Ughh is there a program that can help me find my power supply. I see it, but I dont know where to label is I looked everywhere.


----------



## Niram (Jun 20, 2009)

the label should be in the upper left corner once you open the side of the computer

it should show name and xxxW


----------



## juice098 (Aug 1, 2011)

Well the temperatures said
Cpu 1 50c
Cpu 2 50c
MB 48c

Power supply, all I have is this name which is Aspire ( now known as Apevia ).


----------



## juice098 (Aug 1, 2011)

Its 500Watts....


----------



## juice098 (Aug 1, 2011)

Amazon.com: Aspire X-Navigator Aluminum ATX Mid-Tower Case with Clear Side, Front USB and Firewire Ports, Built-in Fan Controller and 500-Watt Power Supply this is my EXACT case as well.


----------



## greenbrucelee (Apr 24, 2007)

what graphics card do you have?


----------



## juice098 (Aug 1, 2011)

Nvidia 8800 GTS. so far I believe I fixed it by updating the latest driver. but idk why my comp would shut off because a driver


----------



## greenbrucelee (Apr 24, 2007)

you do know that the recommended wattage for your psu is 450w then you have the cpu, ram and everything else.

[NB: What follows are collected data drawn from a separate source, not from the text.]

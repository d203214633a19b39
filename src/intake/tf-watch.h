/* SPDX-License-Identifier: GPL-3.0-or-later
 * SPDX-FileCopyrightText: The Tiltfield developers
 */
#pragma once

/* TfWatch: a folder in which frames arrive. A file is handed on once it has come to rest: its size
 * has not changed between two looks and it holds all that its own headers promise. What lay there
 * when the watch began is handed on as well, so that nothing is missed while nobody watched; the
 * ledger knows what it has. Runs in the main context in which it was made; looks in a thread. */

#include <gio/gio.h>

G_BEGIN_DECLS

typedef struct _TfWatch TfWatch;

/** TfWatchFunc: files that have come to rest, NULL-ended, borrowed for the call. */
typedef void (*TfWatchFunc) (char *const *paths, gpointer data);

/** tf_watch_new: NULL with an error when @folder is no folder that can be read. */
TfWatch *tf_watch_new (const char *folder, TfWatchFunc func, gpointer data, GError **error);
/** tf_watch_free: no call of the function after this. */
void tf_watch_free (TfWatch *watch);
const char *tf_watch_get_folder (const TfWatch *watch);
/** tf_watch_get_n_waiting: files that were seen and are not at rest yet */
guint tf_watch_get_n_waiting (const TfWatch *watch);

/** tf_fits_is_whole: whether the file is as long as its FITS headers promise; packed with gzip: its
 * content, to the end of the stream. FALSE for what is no FITS file. */
gboolean tf_fits_is_whole (const char *path);

G_DEFINE_AUTOPTR_CLEANUP_FUNC (TfWatch, tf_watch_free)

G_END_DECLS
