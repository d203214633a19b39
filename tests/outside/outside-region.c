/* SPDX-License-Identifier: GPL-3.0-or-later
 * SPDX-FileCopyrightText: The Tiltfield developers
 */

/* Measures regions on invented frames and, where they are there, on real ones, and hands
 * pixels, geometry, outline and result to region.py: one JSON document a line on standard
 * output, pixels as raw floats in files of the folder named.
 *
 * Usage: outside-region FOLDER DATA
 */

#include <math.h>
#include <stdio.h>

#include "region-builder.h"
#include "tf-constants.h"
#include "tf-json.h"

/* Pixels about the mask's box that go with it. */
enum
{
  MARGIN = 12
};

typedef struct
{
  const char *folder;
  guint n;
} Output;

static void
build_geometry (JsonBuilder *builder, const TfGeometry *g)
{
  tf_json_numbers (builder, "crpix", g->crpix, 2);
  tf_json_numbers (builder, "crval_deg", g->crval_deg, 2);
  tf_json_numbers (builder, "cd_deg", &g->cd[0][0], 4);
  tf_json_number (builder, "distance_m", g->observer.distance_m);
  tf_json_number (builder, "b0_deg", g->observer.b0_deg);
  tf_json_number (builder, "l0_deg", g->observer.carrington_lon_deg);
  tf_json_number (builder, "radius_mm", g->radius_mm);
}

static void
build_noise (JsonBuilder *builder, const TfFrame *frame)
{
  json_builder_set_member_name (builder, "sigma");
  json_builder_begin_array (builder);
  for (guint k = 0; k <= 512; k++)
    {
      double pair[2] = { k / 512.0, tf_frame_noise_at (frame, k / 512.0) };
      tf_json_numbers (builder, NULL, pair, 2);
    }
  json_builder_end_array (builder);
  tf_json_number (builder, "correlation", tf_frame_noise_correlation (frame));
}

/* The box of the frame about the mask, as raw floats. */
static void
write_pixels (JsonBuilder *builder, const TfFrame *frame, const TfMask *mask, const char *path)
{
  guint x0, y0, w, h;
  tf_mask_get_box (mask, &x0, &y0, &w, &h);
  guint left = x0 > MARGIN ? x0 - MARGIN : 0, low = y0 > MARGIN ? y0 - MARGIN : 0;
  guint right = MIN (x0 + w + MARGIN, tf_frame_get_width (frame)),
        top = MIN (y0 + h + MARGIN, tf_frame_get_height (frame));
  double box[4] = { left, low, right - left, top - low }, inner[4] = { x0, y0, w, h };
  FILE *file = fopen (path, "wb");
  g_assert_nonnull (file);
  for (guint y = low; y < top; y++)
    fwrite (tf_frame_get_pixels (frame) + (gsize)y * tf_frame_get_width (frame) + left,
            sizeof (float), right - left, file);
  fclose (file);
  tf_json_string (builder, "pixels", path);
  tf_json_numbers (builder, "box", box, 4);
  tf_json_numbers (builder, "mask_box", inner, 4);
  tf_json_int (builder, "mask_pixels", tf_mask_get_n (mask));
}

static void
put_out (Output *out, const char *name, const TfFrame *frame, const TfOutline *outline,
         const TfMeasureParams *params)
{
  g_autoptr (JsonBuilder) builder = json_builder_new ();
  g_autoptr (GError) error = NULL;
  g_autofree char *path = g_strdup_printf ("%s/box-%u.f32", out->folder, out->n++);
  g_autoptr (TfMask) mask = tf_mask_new (frame, outline, params->mu_min, (guint)params->law);
  g_auto (TfMeasure) m = { 0 };
  tf_measure_masked (&m, frame, mask, outline, params, &error);
  g_assert_no_error (error);
  json_builder_begin_object (builder);
  tf_json_string (builder, "name", name);
  build_geometry (builder, tf_frame_get_geometry (frame));
  build_noise (builder, frame);
  write_pixels (builder, frame, mask, path);
  tf_json_bool (builder, "radial_product", tf_frame_get_info (frame)->field == TF_FIELD_RADIAL);
  json_builder_set_member_name (builder, "params");
  tf_options_build_json (tf_measure_options, params, builder);
  json_builder_set_member_name (builder, "outline");
  g_autoptr (TfOutline) here = tf_mask_outline (frame, outline, (guint)params->law);
  tf_outline_build_json (here, builder);
  json_builder_set_member_name (builder, "measure");
  json_builder_begin_object (builder);
  tf_measure_build_members (&m, builder);
  json_builder_end_object (builder);
  json_builder_end_object (builder);
  g_autofree char *text = tf_json_dup_text (builder, FALSE);
  printf ("%s\n", text);
}

/* -- invented regions -------------------------------------------------------------------------- */

typedef struct
{
  double lon, lat, scale, turn, b0, distance, noise, even, great_circle, observed;
} Invented;

static const Invented invented[] = {
  { 0, 12, 2.0, 0, 4.0, 1.0, 10, 0, 0, 0 },    { -48, -20, 2.0, 180, -7.0, 0.983, 12, 90, 0, 0 },
  { 55, 25, 0.6, 33, 0.0, 1.016, 8, 0, 1, 0 }, { 20, -33, 4.0, -77, 6.0, 0.99, 15, 60, 0, 0 },
  { -30, 8, 3.0, 121, 3.0, 0.6, 9, 0, 0, 1 },  { 62, -6, 1.0, 3.1, -2.0, 1.0, 10, 120, 1, 0 },
};

static void
invent (Output *out, guint k)
{
  const Invented *v = &invented[k];
  BuilderFrame how;
  BuilderPole poles[5];
  TfMeasureParams params;
  g_autofree char *name = g_strdup_printf ("invented %u", k + 1);
  builder_init (&how, v->lon, v->lat, v->scale);
  how.turn_deg = v->turn;
  how.b0_deg = v->b0;
  how.distance_au = v->distance;
  how.noise = v->noise;
  how.fine = 2;
  builder_bipole (poles, v->lon, v->lat, 4.5, 7.0 * k - 15.0, 9e21, k % 2 ? 1 : -1);
  poles[2] = poles[1];
  poles[2].lon -= 1.6;
  poles[2].lat += 1.1;
  poles[2].flux *= 0.35;
  poles[2].sigma = 0.4;
  g_autoptr (TfFrame) frame = builder_frame (&how, poles, 3);
  g_autoptr (TfOutline) cap = builder_cap (v->lon, v->lat, 5.4);
  TfVertex hole[4] = { { BUILDER_L0 + v->lon - 0.6, v->lat - 3.1 },
                       { BUILDER_L0 + v->lon + 0.9, v->lat - 3.3 },
                       { BUILDER_L0 + v->lon + 1.2, v->lat - 2.0 },
                       { BUILDER_L0 + v->lon - 0.4, v->lat - 1.8 } };
  g_autoptr (TfOutline) outline = tf_outline_with_ring (cap, hole, 4, k % 2 == 0, NULL);
  g_assert_nonnull (outline);
  tf_measure_params_init (&params);
  params.outline_term = FALSE;
  params.tilt_form = v->great_circle > 0.0;
  params.field_used = v->observed > 0.0 ? TF_FIELD_USED_OBSERVED : TF_FIELD_USED_RADIAL;
  if (v->even > 0.0)
    {
      params.floor_kind = TF_FLOOR_EVEN;
      params.floor_gauss = v->even;
    }
  put_out (out, name, frame, outline, &params);
}

/* A frame of noise alone, whose sigma another library finds too. */
static void
quiet (Output *out)
{
  BuilderFrame how;
  TfMeasureParams params;
  builder_init (&how, 10.0, 5.0, 2.0);
  how.noise = 13.0;
  how.half_deg = 14.0;
  how.fine = 1;
  g_autoptr (TfFrame) frame = builder_frame (&how, NULL, 0);
  g_autoptr (TfOutline) outline = builder_cap (10.0, 5.0, 9.0);
  tf_measure_params_init (&params);
  params.outline_term = FALSE;
  put_out (out, "quiet", frame, outline, &params);
}

/* -- real regions ------------------------------------------------------------------------------ */

typedef struct
{
  const char *file;
  double cmd, lat, radius;
} Real;

static const Real real[] = {
  { "mdi.fd_M_96m_lev182.20110401_000000_TAI.data.fits", -15, 15, 7.5 },
  { "mdi.fd_M_96m_lev182.20110401_000000_TAI.data.fits", 44, -17, 10.0 },
  { "mdi.fd_M_96m_lev182.20110401_000000_TAI.data.fits", 21, -17, 5.0 },
  { "mdi.fd_m_96m_lev182.20101015_000000_TAI.data.fits", 3, -21, 9.0 },
  { "mdi.fd_m_96m_lev182.20101015_000000_TAI.data.fits", -62, 17, 5.0 },
  { "sdo-hmi_2011-02-14_20-34-12.fits", 11, -21, 5.5 },
};

static void
measure_real (Output *out, const Real *r, const char *data)
{
  TfMeasureParams params;
  g_autoptr (GError) error = NULL;
  g_autofree char *path = g_build_filename (data, "magnetograms", r->file, NULL);
  g_autofree char *name = g_strdup_printf ("%.20s at %+.0f %+.0f", r->file, r->cmd, r->lat);
  if (!g_file_test (path, G_FILE_TEST_EXISTS))
    return;
  g_autoptr (TfFrame) frame = tf_frame_open (path, &(TfFrameSpec){ 0 }, NULL, &error);
  g_assert_no_error (error);
  double l0 = tf_geometry_central_carrington (tf_frame_get_geometry (frame));
  g_autoptr (TfOutline) cap
      = tf_outline_new_cap (tf_frame_get_info (frame)->time, l0 + r->cmd, r->lat, r->radius, 40);
  tf_measure_params_init (&params);
  params.outline_term = FALSE;
  put_out (out, name, frame, cap, &params);
}

int
main (int argc, char **argv)
{
  if (argc < 3)
    return 2;
  Output out = { argv[1], 0 };
  for (guint k = 0; k < G_N_ELEMENTS (invented); k++)
    invent (&out, k);
  quiet (&out);
  for (guint k = 0; k < G_N_ELEMENTS (real); k++)
    measure_real (&out, &real[k], argv[2]);
  return 0;
}
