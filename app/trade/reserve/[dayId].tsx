import { router, useLocalSearchParams } from 'expo-router';
import { useState } from 'react';
import { View } from 'react-native';
import { css } from '#components/theme/css.ts';
import { ReserveForm } from '#components/trade/reserve-form.tsx';
import { EmptyState } from '#components/ui/empty-state.tsx';
import { ProblemNotice } from '#components/ui/problem-notice.tsx';
import { Skeleton } from '#components/ui/skeleton.tsx';
import { StateView } from '#components/ui/state-view.tsx';
import { TextLink } from '#components/ui/text-link.tsx';
import { TitleBar } from '#components/ui/title-bar.tsx';
import { useReserve, useTradeDays } from '#hooks/trade.ts';
import { sendForm, useContractForm } from '#hooks/use-contract-form.ts';
import { useTitle } from '#hooks/use-title.ts';
import type { NewReservation, TradeDay } from '#shared/contracts/trade.ts';
import { formatDay, formatDayTime } from '#shared/domain/words.ts';

const loadSchema = async () => (await import('#hooks/form-schemas.ts')).trade.NewReservation;

export default function ReserveScreen() {
  const { dayId } = useLocalSearchParams<{ dayId: string }>();
  const days = useTradeDays();
  return (
    <StateView query={days} what="this cutting day" waiting={<Skeleton shape="rows" />}>
      {(data) => {
        const day = data.days.find(({ id }) => id === dayId);
        if (!day?.isInTime) {
          return (
            <EmptyState
              level={1}
              title={day ? 'Too late for this day' : 'No such cutting day'}
              words={day ? `Reservations closed on ${formatDayTime(day.cutOffAt)}.` : 'It may be over already.'}
            >
              <TextLink href="/trade/carcases" place="alone" icon="back">
                Coming carcases
              </TextLink>
            </EmptyState>
          );
        }
        return <Reserve day={day} />;
      }}
    </StateView>
  );
}

function Reserve({ day }: { day: TradeDay }) {
  const reserve = useReserve();
  // One key for this visit: a second press of the button finds the first reservation.
  const [requestKey] = useState(() => crypto.randomUUID());
  const form = useContractForm<NewReservation>(loadSchema, { requestKey, dayId: day.id, lines: [], cuttingNote: '' });
  useTitle(`Reserve, ${formatDay(day.day)}`);
  const submit = sendForm(form, async (body) => {
    const { reservationNo } = await reserve.mutateAsync(body);
    router.push(`/trade/reservations?asked=${reservationNo}`);
  });
  return (
    <View style={css('w-stack-l')}>
      <TitleBar
        back={{ href: '/trade/carcases', label: 'Coming carcases' }}
        title={`Reserve from ${formatDay(day.day)}`}
        above={`Until ${formatDayTime(day.cutOffAt)}`}
        lead="What is sold or held by others cannot be taken. The plan is worked out again with your list."
      />
      <ReserveForm control={form.control} day={day} onSubmit={submit} busy={reserve.isPending} />
      <ProblemNotice error={reserve.error} title="Nothing was reserved." />
    </View>
  );
}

You will be pushing your system with a 500w psu so at some point you will get problems and possible damage/overheating.

An underpowered system can throw up all kinds of error message and issues.

You should be running a quality psu with atleast 550w.


----------



## akinorhan5 (Nov 12, 2011)

okey firstly clean all dust out of your graphics card mostly your pc will shutdown by overheating graphics card but its good to clean all dust out of your pc


----------